• [ABOUT THIS TASK]
Across the material below, say how many lines contain the string "mapExpr", and add no other words.
(RECORD SET begins)
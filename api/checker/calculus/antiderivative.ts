import type { Expr } from '../../../shared/maths/expression.ts';
import { sameExpr } from '../../../shared/maths/same.ts';
import { childrenOf, mapExpr, countNodes } from '../../../shared/maths/walk.ts';
import { compareExpressions } from '../compare/compare-expressions.ts';
import type { CheckContext } from '../context.ts';
import * as Q from '../numbers/rational.ts';
import { Unsettled } from '../solving/unsettled.ts';
import { isKnown } from '../values/arithmetic.ts';
import { evaluate } from '../values/evaluate.ts';
import {
  addExprs,
  callOf,
  divExprs,
  isZeroExpr,
  letterOf,
  mulExprs,
  numberOf,
  oneExpr,
  powExprs,
  rationalExpr,
  sqrtExpr,
  subExprs,
} from './build.ts';
import { bodyOf, differentiate } from './differentiate.ts';
import {
  factorise,
  isFree,
  linearIn,
  multiplied,
  polynomialExpr,
  polynomialIn,
  termsIn,
  type Factor,
  type Factored,
} from './integrand.ts';
import {
  antiderivativeOfCall,
  antiderivativeOfSquare,
  integrateByParts,
  integratePowerLog,
  integrateWave,
  productOfWaves,
} from './integrate-parts.ts';
import { integrateRational } from './integrate-rational.ts';
import { freshLetter, substitute } from './substitute.ts';
import { withoutRoots } from './rationalise.ts';

/** An antiderivative from the checker's own table, its derivative compared with the integrand; null where it has none. */
export function findAntiderivative(integrand: Expr, letter: string, context: CheckContext): Expr | null {
  try {
    const found = integrate(written(integrand, letter, context), letter, context, 0);
    if (!found) return null;
    const slope = differentiate(found, letter, withoutDefinition(context, letter));
    return compareExpressions(slope, integrand, withoutDefinition(context, letter)).kind === 'equal' ? found : null;
  } catch (cause) {
    if (cause instanceof Unsettled) return null;
    throw cause;
  }
}

/** The letter of an integral is its own, whatever a definition says of it. */
export function withoutDefinition(context: CheckContext, letter: string): CheckContext {
  if (!context.definitions.letters.has(letter)) return context;
  const letters = new Map(context.definitions.letters);
  letters.delete(letter);
  return { ...context, definitions: { ...context.definitions, letters } };
}

function written(expr: Expr, letter: string, context: CheckContext): Expr {
  return mapExpr(expr, (node) => {
    if (node.kind === 'apply') return written(bodyOf(node, context), letter, context);
    if (node.kind === 'letter' && node.name !== letter) return context.definitions.letters.get(node.name) ?? node;
    return node;
  });
}

const deepest = 4;

function integrate(expr: Expr, letter: string, context: CheckContext, depth: number): Expr | null {
  context.budget.spend(20 + 4 * countNodes(expr));
  if (depth > deepest) return null;
  if (isFree(expr, letter)) return mulExprs(expr, letterOf(letter));
  if (expr.kind === 'sum') {
    const parts = expr.terms.map((term) => ({ part: integrate(term.expr, letter, context, depth), sign: term.sign }));
    if (parts.every(({ part }) => part !== null)) {
      return addExprs(...parts.map(({ part, sign }) => mulExprs(numberOf(sign === 'minus' ? -1 : 1), part as Expr)));
    }
  }
  const polynomial = polynomialIn(expr, letter);
  if (polynomial) return integratePolynomial(polynomial, letter);
  const factored = factorise(expr, letter);
  const direct = integrateProduct(factored, letter, context, depth) ?? integrateRational(expr, letter, context);
  if (direct) return direct;
  const terms = termsIn(multiplied(factored), letter);
  if (terms.length > 1) {
    const parts = terms.map((term) => integrate(term, letter, context, depth + 1));
    if (parts.every((part) => part !== null)) return addExprs(...(parts as Expr[]));
  }
  const free = withoutRoots(expr, letter);
  const whole = free && integrate(free.integrand, free.letter, context, depth + 1);
  return whole && substitute(whole, free.letter, free.root);
}

function integratePolynomial(coefs: readonly Expr[], letter: string): Expr {
  return addExprs(
    ...coefs.map((coef, k) => mulExprs(divExprs(coef, numberOf(k + 1)), powExprs(letterOf(letter), numberOf(k + 1)))),
  );
}

function integrateProduct(
  { coef, factors }: Factored,
  letter: string,
  context: CheckContext,
  depth: number,
): Expr | null {
  const found =
    integrateOne(factors, letter) ??
    integratePair(factors, letter, context, depth) ??
    productOfWaves(factors, letter) ??
    substituteInner(factors, letter, context, depth) ??
    shiftLinear(factors, letter, context, depth);
  return found && mulExprs(coef, found);
}

/** A single base to a power. */
function integrateOne(factors: readonly Factor[], letter: string): Expr | null {
  const [only] = factors;
  if (factors.length !== 1 || !only) return null;
  const { base, times } = only;
  const linear = linearIn(base, letter);
  if (linear) {
    if (Q.equals(times, Q.minusOne)) return divExprs(callOf('ln', callOf('abs', base)), linear.slope);
    const next = Q.add(times, Q.one);
    return divExprs(powExprs(base, rationalExpr(next)), mulExprs(rationalExpr(next), linear.slope));
  }
  if (base.kind === 'call' && base.args[0]) {
    const inner = linearIn(base.args[0], letter);
    if (!inner) return null;
    const whole = Q.equals(times, Q.one)
      ? antiderivativeOfCall(base.name, base.args[0])
      : (antiderivativeOfSquare(base.name, times, base.args[0]) ?? inverseCall(base, times));
    return whole && divExprs(whole, inner.slope);
  }
  return Q.equals(times, Q.rational(-1, 2)) || Q.equals(times, Q.rational(1, 2))
    ? integrateRootOfQuadratic(base, times, letter)
    : null;
}

const reciprocals: Partial<Record<string, 'sec' | 'csc' | 'sech' | 'csch' | 'cos' | 'sin' | 'cot' | 'tan'>> = {
  cos: 'sec',
  sin: 'csc',
  sec: 'cos',
  csc: 'sin',
  tan: 'cot',
  cot: 'tan',
};

function inverseCall(base: Extract<Expr, { kind: 'call' }>, times: Q.Rational): Expr | null {
  const other = reciprocals[base.name];
  return other && Q.equals(times, Q.minusOne) && base.args[0] ? antiderivativeOfCall(other, base.args[0]) : null;
}

/** A root, or one over it, of c + b x + a x^2 with fractions for coefficients. */
function integrateRootOfQuadratic(base: Expr, times: Q.Rational, letter: string): Expr | null {
  const coefs = polynomialIn(base, letter)?.map((coef) => coef);
  if (coefs?.length !== 3) return null;
  const [c, b, a] = coefs as [Expr, Expr, Expr];
  const linear = addExprs(mulExprs(numberOf(2), a, letterOf(letter)), b);
  const lead = signOfNumber(a);
  const gap = subExprs(mulExprs(b, b), mulExprs(numberOf(4), a, c));
  if (lead === 0) return null;
  const inverse =
    lead > 0
      ? divExprs(
          callOf('ln', callOf('abs', addExprs(mulExprs(numberOf(2), sqrtExpr(a), sqrtExpr(base)), linear))),
          sqrtExpr(a),
        )
      : divExprs(
          callOf('arcsin', divExprs(mulExprs(numberOf(-1), linear), sqrtExpr(gap))),
          sqrtExpr(mulExprs(numberOf(-1), a)),
        );
  if (Q.sign(times) < 0) return inverse;
  const four = mulExprs(numberOf(4), a);
  const rest = divExprs(mulExprs(numberOf(-1), gap, inverse), mulExprs(numberOf(2), four));
  return addExprs(divExprs(mulExprs(linear, sqrtExpr(base)), four), rest);
}

function signOfNumber(expr: Expr): number {
  const coefs = polynomialIn(expr, '');
  const [only] = coefs ?? [];
  if (!only || only.kind === 'letter') return only ? 1 : 0;
  if (only.kind === 'number') return 1;
  return only.kind === 'sum' && only.terms.length === 1 && only.terms[0]?.sign === 'minus' ? -1 : 1;
}

/** Two bases that go together: polynomial and exponential, power and logarithm, exponential and sine, secant and tangent. */
function integratePair(factors: readonly Factor[], letter: string, context: CheckContext, depth: number): Expr | null {
  const calls = factors.filter(({ base }) => base.kind === 'call');
  const others = factors.filter(({ base }) => base.kind !== 'call');
  const [first, second] = calls;
  if (first?.base.kind !== 'call') return null;
  if (second?.base.kind === 'call') {
    if (calls.length > 2 || others.length > 0 || !Q.equals(first.times, Q.one) || !Q.equals(second.times, Q.one))
      return null;
    return integrateCalls(first.base, second.base, letter);
  }
  const polynomial = others.every(({ times }) => times.den === 1n && times.num > 0n)
    ? polynomialIn(multiplied({ coef: oneExpr, factors: others }), letter)
    : null;
  if (polynomial && Q.equals(first.times, Q.one)) {
    const parts =
      integrateByParts(polynomial, first.base, letter) ??
      integrateInverse(polynomial, first.base, letter, context, depth);
    if (parts) return parts;
  }
  const [power] = others;
  if (
    first.base.name !== 'ln' ||
    first.times.den !== 1n ||
    first.times.num < 0n ||
    first.times.num > 12n ||
    others.length > 1
  )
    return null;
  if (power && (power.base.kind !== 'letter' || power.base.name !== letter)) return null;
  return integratePowerLog(power?.times ?? Q.zero, Number(first.times.num), first.base, letter);
}

function integrateCalls(
  a: Extract<Expr, { kind: 'call' }>,
  b: Extract<Expr, { kind: 'call' }>,
  letter: string,
): Expr | null {
  if (a.name === 'exp' && (b.name === 'sin' || b.name === 'cos')) return integrateWave(a, b, letter);
  if (b.name === 'exp' && (a.name === 'sin' || a.name === 'cos')) return integrateWave(b, a, letter);
  const [u, v] = [a.args[0], b.args[0]];
  const linear = u && v && sameExpr(u, v) ? linearIn(u, letter) : null;
  if (!linear || !u) return null;
  const names = [a.name, b.name].sort().join();
  if (names === 'sec,tan') return divExprs(callOf('sec', u), linear.slope);
  if (names === 'cot,csc') return divExprs(mulExprs(numberOf(-1), callOf('csc', u)), linear.slope);
  return null;
}

const inverses: ReadonlySet<string> = new Set(['ln', 'arctan', 'arcsin', 'arccos', 'arsinh', 'artanh']);

/** A polynomial times an inverse function: by parts. */
function integrateInverse(
  polynomial: readonly Expr[],
  call: Extract<Expr, { kind: 'call' }>,
  letter: string,
  context: CheckContext,
  depth: number,
): Expr | null {
  if (!inverses.has(call.name)) return null;
  const whole = integratePolynomial(polynomial, letter);
  const slope = withoutConditions(differentiate(call, letter, context));
  const rest = integrate(mulExprs(whole, slope), letter, context, depth + 1);
  return rest && subExprs(mulExprs(whole, call), rest);
}

/** A derivative without the terms that only keep its domain. */
function withoutConditions(expr: Expr): Expr {
  return mapExpr(expr, (node) =>
    node.kind === 'sum'
      ? addExprs(...node.terms.map((t) => mulExprs(numberOf(t.sign === 'minus' ? -1 : 1), t.expr)))
      : node,
  );
}

/** f(g) g' up to a constant, for an inner g: then it is F(g). */
function substituteInner(
  factors: readonly Factor[],
  letter: string,
  context: CheckContext,
  depth: number,
): Expr | null {
  if (depth >= 2) return null;
  for (const [k, { base, times }] of factors.entries()) {
    for (const inner of innersOf(base, letter)) {
      const rest = multiplied({ coef: oneExpr, factors: factors.filter((_, j) => j !== k) });
      const factor = constantFactor(rest, differentiate(inner, letter, context), letter, context);
      if (!factor) continue;
      const fresh = freshLetter(new Set());
      const outer = powExprs(replaced(base, inner, letterOf(fresh)), rationalExpr(times));
      if (!isFree(outer, letter)) continue;
      const whole = integrate(outer, fresh, context, depth + 1);
      if (whole) return mulExprs(factor, substitute(whole, fresh, inner));
    }
  }
  return null;
}

function innersOf(base: Expr, letter: string): Expr[] {
  const own = base.kind === 'letter' ? [] : [base];
  const inside =
    base.kind === 'call' ? childrenOf(base).filter((part) => !isFree(part, letter) && part.kind !== 'letter') : [];
  return [...inside, ...own];
}

function replaced(expr: Expr, inner: Expr, value: Expr): Expr {
  if (sameExpr(expr, inner)) return value;
  return mapExpr(expr, (node) => (sameExpr(node, inner) ? value : node));
}

/** c with rest = c g', found at a point and then compared. */
export function constantFactor(rest: Expr, slope: Expr, letter: string, context: CheckContext): Expr | null {
  if (isZeroExpr(slope)) return null;
  const ratio = divExprs(rest, slope);
  for (const at of [Q.rational(3, 7), Q.rational(5, 3), Q.rational(-4, 5)]) {
    const factor = factorAt(ratio, letter, at, context);
    if (factor && compareExpressions(rest, mulExprs(factor, slope), context).kind === 'equal') return factor;
    if (factor) return null;
  }
  return null;
}

function factorAt(ratio: Expr, letter: string, at: Q.Rational, context: CheckContext): Expr | null {
  const value = evaluate(ratio, new Map([[letter, { kind: 'rational', value: at }]]), 128, context);
  if (value.kind === 'rational') return rationalExpr(value.value);
  if (!isKnown(value))
    return value.kind === 'unknown' && value.reason === 'not-covered'
      ? substitute(ratio, letter, rationalExpr(at))
      : null;
  if (value.kind !== 'ball' || value.im !== null) return substitute(ratio, letter, rationalExpr(at));
  for (let den = 1n; den <= 60n; den += 1n) {
    const scaled = (value.re.mid * den * 2n + (1n << 128n)) / (2n << 128n);
    for (const num of [scaled - 1n, scaled, scaled + 1n]) {
      const gap = value.re.mid * den - (num << 128n);
      if (num !== 0n && (gap < 0n ? -gap : gap) >> 64n === 0n) return numberOf(num, den);
    }
  }
  return substitute(ratio, letter, rationalExpr(at));
}

/** A linear base to a broken power: the others are written in it. */
function shiftLinear(factors: readonly Factor[], letter: string, context: CheckContext, depth: number): Expr | null {
  const inner = factors.find(({ base, times }) => times.den !== 1n && base.kind !== 'letter' && linearIn(base, letter));
  const linear = inner && linearIn(inner.base, letter);
  if (!inner || !linear) return null;
  const fresh = freshLetter(new Set());
  const back = divExprs(subExprs(letterOf(fresh), linear.constant), linear.slope);
  const rest = multiplied({ coef: oneExpr, factors: factors.filter((factor) => factor !== inner) });
  const polynomial = polynomialIn(substitute(rest, letter, back), fresh);
  if (!polynomial) return null;
  const power = powExprs(letterOf(fresh), rationalExpr(inner.times));
  const whole = integrate(mulExprs(polynomialExpr(polynomial, letterOf(fresh)), power), fresh, context, depth + 1);
  return whole && divExprs(substitute(whole, fresh, inner.base), linear.slope);
}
(RECORD SET ends)
• [RESPONSE BELOW]
4